Awww. Why not? There are award shows for everything else.
And so...to while away the final hours...
The award for Worst Candidate in the 2008 Republican presidential race goes to...Rudy Giuliani. We knew he was going to chirp "9/11, 9/11, 9/11" like a nuthatch. But who knew he would run such an inept campaign? Or give such a selfish and mean-spirited convention speech? Or spend so much money on so few votes? Given the field (Tom Tancredo, Jim Gilmore, Duncan Hunter, Fred Thompson), winning this prize is no small achievement, but Rudy found ways to prevail.
On the Democratic side, the Worst Candidate award goes to John Edwards. Not just for losing. Not just for proudly declaring that "I was wrong" on so many crucial issues. And not just for getting caught in a tawdry coverup. (Imagine what would have happened to his party and his country had he won the nomination!) No, Edwards won this prize by cheating on his wife as she battled cancer. It was a creepy, low-rent thing to do.

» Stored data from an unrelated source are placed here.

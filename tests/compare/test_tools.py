"""Another tool in the station gives what a job that declares that tool outright gives."""

from __future__ import annotations

import dataclasses
import math
from pathlib import Path

import numpy as np
import pytest

from auditor.audit import audit_program
from auditor.compare import Comparison, compare_tools
from auditor.compare.changes import changes
from auditor.declared.jobs import load_job
from auditor.errors import DeclarationError, UsageError
from auditor.findings import Level
from tests.compare.stations import LIBRARY, PROGRAM, shop
from tests.reports import builders


@pytest.fixture(scope="module")
def comparison(tmp_path_factory: pytest.TempPathFactory) -> Comparison:
    program = shop(tmp_path_factory.mktemp("shop"))
    return compare_tools(load_job(program.with_name("pin.job.toml")), 1, list(LIBRARY))


@pytest.mark.parametrize("name", ["positive", "flat"])
def test_a_library_tool_gives_what_declaring_it_gives(comparison: Comparison, name: str, tmp_path: Path) -> None:
    declared = audit_program(shop(tmp_path, LIBRARY[name]))
    variant = next(other for other in comparison.others if other.name == name)
    figures = declared.run.prediction.moves
    assert variant.figures.cutting == pytest.approx(max(figures.cutting[~_nan(figures.cutting)]))
    assert variant.figures.motor_power == pytest.approx(max(figures.motor_power[~_nan(figures.motor_power)]))
    assert [finding.fingerprint for finding in variant.audit.findings] == [
        finding.fingerprint for finding in declared.findings
    ]
    assert {entry.about for entry in variant.audit.assumptions} == {entry.about for entry in declared.assumptions}


def _nan(values: object) -> object:
    return values != values


def test_directions_are_those_of_practice(comparison: Comparison) -> None:
    """Common practice: a positive insert cuts lighter, a flat one heavier; a larger nose leaves a finer surface and
    pushes the work away harder."""
    base = comparison.base.figures
    positive, flat, _ = (other.figures for other in comparison.others)
    for light, middle, heavy in ((positive, base, flat),):
        assert light.cutting < middle.cutting < heavy.cutting
        assert light.motor_power < middle.motor_power < heavy.motor_power
        assert light.passive < middle.passive < heavy.passive
        assert light.wedge < middle.wedge < heavy.wedge
        assert light.roughness > middle.roughness > heavy.roughness


def test_roughness_is_that_of_the_thread_the_tool_leaves(comparison: Comparison) -> None:
    """Average height of the profile drawn here point by point: nose arc of 0.8 mm, behind it the trailing edge that
    the insert (80 deg) and the edge angle (95 deg) leave at 5 deg, every 0.3 mm. Times real over ideal, which is 1 to
    1.25 above 100 m/min on ductile metal (Groover, at second hand)."""
    feed, nose, minor = 0.3, 0.8, math.radians(5.0)
    x = np.linspace(-feed / 2, feed / 2, 20001)

    def height(away: np.ndarray) -> np.ndarray:
        tangent = nose * math.sin(minor)
        line = nose * (1.0 - math.cos(minor)) + (away - tangent) * math.tan(minor)
        return np.where(away > tangent, line, nose - np.sqrt(nose**2 - np.minimum(away**2, nose**2)))

    surface = np.min([height(x - turn * feed) for turn in range(-3, 4)], axis=0)
    ideal = 1000.0 * float(np.mean(np.abs(surface - surface.mean())))
    assert comparison.base.figures.roughness is not None
    assert ideal <= comparison.base.figures.roughness <= 1.25 * ideal


def test_edges_used_follow_taylor(comparison: Comparison) -> None:
    """T = (C / v)^(1/n); v is held at 180 m/min at the tip and rises to the outside of the cut: 180 * 60 / 56 in the
    first pass, 180 * 56 / 50 in the second, so the share lies between that at 180 and that at the higher speeds."""
    lasting = comparison.others[2]
    minutes = lasting.audit.totals.cutting_time / 60.0
    low, high = (minutes / (320.0 / speed) ** 4 for speed in (180.0, 180.0 * 56 / 50))
    assert lasting.figures.edges is not None
    assert low < lasting.figures.edges < high
    assert comparison.base.figures.edges is None


def test_the_same_tool_changes_nothing(comparison: Comparison) -> None:
    lasting = comparison.others[2]
    assert {change.what for change in lasting.changes} == {"left"}
    same = dataclasses.replace(lasting.figures, edges=None)
    assert same == comparison.base.figures


def test_changes_are_told_by_level() -> None:
    """Made by hand: one of each."""
    stop, review = builders.power_finding(), builders.review_finding()
    gone = builders.note_finding(fingerprint="gone")
    eased = dataclasses.replace(stop, level=Level.REVIEW, value=14.0)
    worse = dataclasses.replace(review, level=Level.STOP)
    new = builders.note_finding(fingerprint="new")
    same = builders.note_finding(fingerprint="same")
    found = changes([stop, review, gone, same], [eased, worse, new, same])
    assert [(change.what, change.finding.fingerprint) for change in found] == [
        ("new", "new"), ("worse", review.fingerprint), ("left", "same"), ("eased", stop.fingerprint), ("fixed", "gone"),
    ]  # fmt: skip


def test_what_cannot_be_compared_is_said(tmp_path: Path) -> None:
    program = shop(tmp_path)
    job = load_job(tmp_path / "pin.job.toml")
    with pytest.raises(UsageError, match=r"tools\.2.*not declared.*declared tools: 1"):
        compare_tools(job, 2, ["flat"])
    with pytest.raises(DeclarationError, match=r'"flot".*wanted "flat"'):
        compare_tools(job, 1, ["flot"])
    (tmp_path / "shop.toml").write_text('[tools.half]\nkind = "turning"\ninsert = "CNMG 120408"\n', encoding="utf-8")
    with pytest.raises(DeclarationError, match=r"tools\.half\.cutting_edge_angle"):
        compare_tools(job, 1, ["half"])
    program.write_text(PROGRAM.replace("T0101", "T0303"), encoding="utf-8")
    with pytest.raises(UsageError, match="never calls T1"):
        compare_tools(job, 1, [])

The Mainstream Media Awards for commentary go to Peggy Noonan on the conservative side and to Gail Collins, Joe Klein, and Frank Rich for the libs.
It was, all in all, a good year for the gals, what with Hillary Clinton to muse on, and Ruth Marcus and Maureen Dowd joined Collins and Noonan in making us wince and chuckle throughout the primary season.
It was a good year for conservative pundits, too, as George F. Will, Christopher Buckley, Pat Buchanan, David Gergen, and others maintained their intellectual integrity, unlike...say...Bill Kristol.
The best new faces, hands down, were Rachel Maddow and Eugene Robinson—and Jeffrey Toobin at CNN, who was never afraid to blurt out that the emperor had no clothes—and the talented Timothy Egan, blogging for the NYT.
And yes, I loved it when Ross Douthat had the honesty to admit, loudly and on camera, to an American Enterprise Institute audience that his prescription for the Republican Party's comeback sounds more than a little like...well...fascism.
And John King had his really cool magic board thing going at CNN.
The Most Interesting Senate Seatmates will arrive from Virginia. If I were president, I would run any major policy decision past Mark Warner and Jim Webb. If they salute, then take it, with confidence, to the country.
Clichés That Need a Rest: Please, don't let us hear, for at least two years, the phrases "campaign narrative," "double-down," "Bradley effect," "3 a.m. phone call," "hockey mom," "change," or "Joe the Plumber."
The Worst Panderer Award is shared by John McCain and four of the Republican presidential contenders, who bowed to the religious right and agreed that the biblical myth of Genesis may be taught in public school science classes as an equally plausible "alternative" to Darwin's theory of evolution.
Sarah Palin gets a bye, because she actually believes that Fred and Dino were alive together.
There was a fierce competition for the Most Promising Newcomer Award on the national political scene, what with Mike Huckabee's delightful candidacy, Brian Schweitzer's speech at the Democratic convention, and Debbie Wasserman Schultz's witty guest spots on the TV talk shows.
But ultimately, this award comes down to a fight between Sarah Palin and Barack Obama.
The Alaska governor must be the runner-up—but only, perhaps, because she was thrown, unprepared, into the shark tank of presidential politics. With study and preparation and a record of achievement in Alaska, she'll give Mitt Romney fits in 2012.
The winner, of course, is Obama.
The next president (we're thinking) of the United States.